Рак толстого кишечника (РТК), по данным ВОЗ, занимает третье место по распространенности среди всех онкологических заболеваний, а по количеству смертельных исходов - второе, уступая по этому показателю только раку легкого [1]. В России злокачественные опухоли толстой кишки составляют до 12% от всех других онкологических заболеваний. 40% из впервые выявленных злокачественных новообразований в России имеют III-IV стадии развития заболевания, что обусловливает высокий показатель одногодичной летальности (22,5%) пациентов с данной нозологией [2]. Этот факт актуализирует проблему повышения чувствительности используемых онкомаркеров [3].
Возникновение активирующих соматических мутаций в гене KRAS играет важную роль в прогнозировании успешности применения EGFR-таргетированной терапии. В настоящее время для выявления мутаций в гене KRAS в клинических условиях используются коммерчески доступные сертифицированные наборы с 1-5%-ной аналитической чувствительностью, основанные на аллель-специфической ПЦР в реальном времени или анализе кривой плавления с высоким разрешением [4]. Одним их возможных путей повышения эффективности использования таргетной терапии может служить повышение чувствительности используемых методов детекции соматических мутаций. Технология цифровой ПЦР (ddPCR) обладает высокой чувствительностью.
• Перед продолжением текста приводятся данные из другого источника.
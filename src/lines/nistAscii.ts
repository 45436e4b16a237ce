/**
 * The NIST ASD lines form's fixed-width "ASCII (text)" output → header and data rows in the
 * shape of its tab-delimited output, so src/lines/nistImport.ts reads both with one set of rules.
 *
 * The ASCII table: columns separated by `|`; a header of two or three rows (Observed /
 * Wavelength / Vac (Å), Ritz …, Rel. Int., Type, …), closed by a row of dashes; empty separator
 * rows (every cell blank) between groups of lines; level columns split into Conf. | Term | J in
 * the header's last row and in the data. Copies of the table often comment the header rows out
 * with `#`; both forms are read. Pure: text in, rows out.
 */

export interface TableRow {
  /** 1-based line of the text. */
  line: number;
  cells: string[];
  /** 0-based character offset of each cell in its line. */
  starts: number[];
}

/** A header row of the ASCII table: its first row names the Observed or Ritz wavelength. */
const HEADER_START = /\b(Observed|Ritz)\b/;
const DASHES = /^#?\s*-{10,}\s*$/;

/** Cells of a row split at `separator`, with each cell's start column (for diagnostics). */
export function splitAt(text: string, separator: string): { cells: string[]; starts: number[] } {
  const cells = text.split(separator);
  const starts: number[] = [];
  let at = 0;
  for (const c of cells) {
    starts.push(at);
    at += c.length + separator.length;
  }
  return { cells, starts };
}

/** Whether the text is the ASCII table (rather than tab-delimited or CSV). */
export function isAsciiTable(lines: readonly string[]): boolean {
  return lines.some((l) => l.includes('|') && HEADER_START.test(l));
}

/** `Observed Wavelength Vac (Å)` → `obs_wl_vac(A)`; `Rel. Int. (?)` → `intens`; … (delimited names). */
function columnName(words: string, previous: string | null): string {
  const unit = /\((Å|A|nm|µm|μm|um)\)/.exec(words)?.[1];
  const unitName = unit === 'Å' ? 'A' : unit;
  const medium = /\bVac\b/i.test(words) ? '_vac' : /\bAir\b/i.test(words) ? '_air' : '';
  if (/^Observed\b/.test(words)) return `obs_wl${medium}(${unitName ?? '?'})`;
  if (/^Ritz\b/.test(words)) return `ritz_wl${medium}(${unitName ?? '?'})`;
  // "O Unc." / "R Unc." say whose uncertainty; a bare "Unc." follows the wavelength it belongs to.
  if (/^O\s*Unc\./.test(words)) return 'unc_obs_wl';
  if (/^R\s*Unc\./.test(words)) return 'unc_ritz_wl';
  if (/^Unc\./.test(words)) return previous?.startsWith('ritz') ? 'unc_ritz_wl' : 'unc_obs_wl';
  if (/^Rel\.\s*Int/.test(words)) return 'intens';
  if (/^Type\b/.test(words)) return 'Type';
  if (/^Aki\b/.test(words)) return 'Aki(s^-1)';
  return words;
}

/**
 * The header rows, merged column by column: the row with the most cells sets the columns; a
 * wider cell of another row (Lower level over Conf. | Term | J) names each column it covers.
 */
function headerNames(rows: readonly string[]): { names: string[]; starts: number[] } {
  const parts = rows.map((r) => splitAt(r, '|'));
  const widest = parts.reduce((a, b) => (b.cells.length > a.cells.length ? b : a));
  const names: string[] = [];
  let previous: string | null = null;
  widest.cells.forEach((_, k) => {
    const mid = (widest.starts[k] as number) + 0.5;
    const words = parts
      .map((p) => {
        let j = 0;
        while (j + 1 < p.starts.length && (p.starts[j + 1] as number) <= mid) j++;
        return (p.cells[j] ?? '').trim();
      })
      .filter((w) => w !== '' && !/^-+$/.test(w))
      .join(' ');
    const name = columnName(words, previous);
    if (/^(obs|ritz)_wl/.test(name)) previous = name;
    names.push(name);
  });
  return { names, starts: widest.starts };
}

function pipes(text: string): Set<number> {
  const out = new Set<number>();
  for (let k = 0; k < text.length; k++) if (text[k] === '|') out.add(k);
  return out;
}

/**
 * A header row commented out with `#`: copies either put the `#` in place of a space or in
 * front of the row (shifting it by one). The reading whose `|` fall on the first row's wins.
 */
function uncomment(row: string, first: string): string {
  if (!row.startsWith('#')) return row;
  const reference = pipes(first);
  const score = (t: string) => [...pipes(t)].filter((k) => reference.has(k)).length;
  const replaced = ` ${row.slice(1)}`;
  const shifted = row.slice(1);
  return score(shifted) > score(replaced) ? shifted : replaced;
}

/**
 * Header rows (with delimited-style names, at the line of the header's first row) and data
 * rows, in order. Separator rows, dashes, comments and text outside a table are left out.
 */
export function asciiTableRows(lines: readonly string[]): TableRow[] {
  const out: TableRow[] = [];
  let i = 0;
  let inTable = false;
  while (i < lines.length) {
    const raw = lines[i] as string;
    const text = raw.replace(/^#/, ' ');
    if (text.includes('|') && HEADER_START.test(text)) {
      const headerLine = i + 1;
      const rows: string[] = [text];
      i++;
      while (i < lines.length && !DASHES.test(lines[i] as string) && (lines[i] as string).includes('|')) {
        rows.push(uncomment(lines[i] as string, text));
        i++;
      }
      const { names, starts } = headerNames(rows);
      out.push({ line: headerLine, cells: names, starts });
      inTable = true;
      continue;
    }
    i++;
    if (!inTable || raw.startsWith('#') || !raw.includes('|')) continue;
    const { cells, starts } = splitAt(raw, '|');
    if (cells.every((c) => c.trim() === '')) continue; // separator row between groups
    out.push({ line: i, cells, starts });
  }
  return out;
}
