/** For each rival species, its strongest line in range that is far from every line of the chosen set. */
function findDiscriminators(
  chosen: readonly string[],
  contenders: readonly { species: string[] }[],
  prepared: ReadonlyMap<string, PreparedSpecies>,
  catalog: Catalog,
  range: [number, number],
  fwhm: number,
  measured: readonly MeasuredPoint[],
): Explanation['discriminators'] {
  const out: Explanation['discriminators'] = [];
  const involved = new Set<string>();
  for (const c of contenders) for (const s of c.species) involved.add(s);
  for (const s of chosen) involved.add(s);
  const seen = new Set<string>();
  for (const c of contenders) {
    const rivals = c.species.filter((s) => !chosen.includes(s));
    const ours = chosen.filter((s) => !c.species.includes(s));
    for (const [who, against] of [
      ...rivals.map((r) => [r, ours.join(', ') || 'the chosen set'] as const),
      ...ours.map((o) => [o, rivals.join(', ') || 'fewer species'] as const),
    ]) {
      if (seen.has(who)) continue;
      seen.add(who);
      const others = [...involved].filter((s) => s !== who).flatMap((s) => prepared.get(s)?.refs ?? []);
      const mine = [...(prepared.get(who)?.refs ?? [])].sort((a, b) => b.intensity - a.intensity);
      const line = mine.find(
        (r) =>
          r.vacuum_nm >= range[0] &&
          r.vacuum_nm <= range[1] &&
          others.every((o) => Math.abs(o.vacuum_nm - r.vacuum_nm) > 2 * fwhm) &&
          // A line already measured settles nothing new: look for one that was not.
          measured.every(
            (p) =>
              Math.abs(p.vacuum_nm - r.vacuum_nm) > WINDOW_SIGMAS * pairSigma(p.sigma_nm, r.unc_nm, fwhm),
          ),
      );
      if (line && catalog.species.has(who)) {
        out.push({ species: who, vacuum_nm: line.vacuum_nm, air_nm: vacuumToAir(line.vacuum_nm), against });
      }
    }
  }
  return out.slice(0, 4);
}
Основанная на микроамплификационных реакциях, которые происходят в нескольких десятках тысяч отдельных микроскопических капель, она обладает намного большей чувствительностью при обнаружении активирующих соматических мутаций [5]. В частности, используя метод ddPCR, Laurent-Puig с соавторами продемонстрировали, что пациенты с метастатическим КРР, имеющие менее 1% KRAS-мутированной фракции, могут получить пользу от анти-EGFR терапии [6]. Пациенты с диким типом гена KRAS также могут демонстрировать устойчивость к персонализированному лечению, что может быть связано с наличием изменений в других генах сигнального пути EGFR или низкой чувствительностью используемых методов детекции мутаций. Частота положительных ответов у таких пациентов ограничена 70% даже для комбинаций с множественной лекарственной химиотерапией [7].
В последние годы в качестве отдельного клинического объекта появился КРР с V600E-мутированным геном BRAF, обычно невосприимчивым к стандартным схемам химиотерапии, одобренным для лечения мРТК, и ассоциированным с плохим прогнозом. Поэтому в настоящее время проводится первое в истории исследование III фазы, в котором оценивается комбинация ингибирования BRAF, EGFR и MEK мишеней [8].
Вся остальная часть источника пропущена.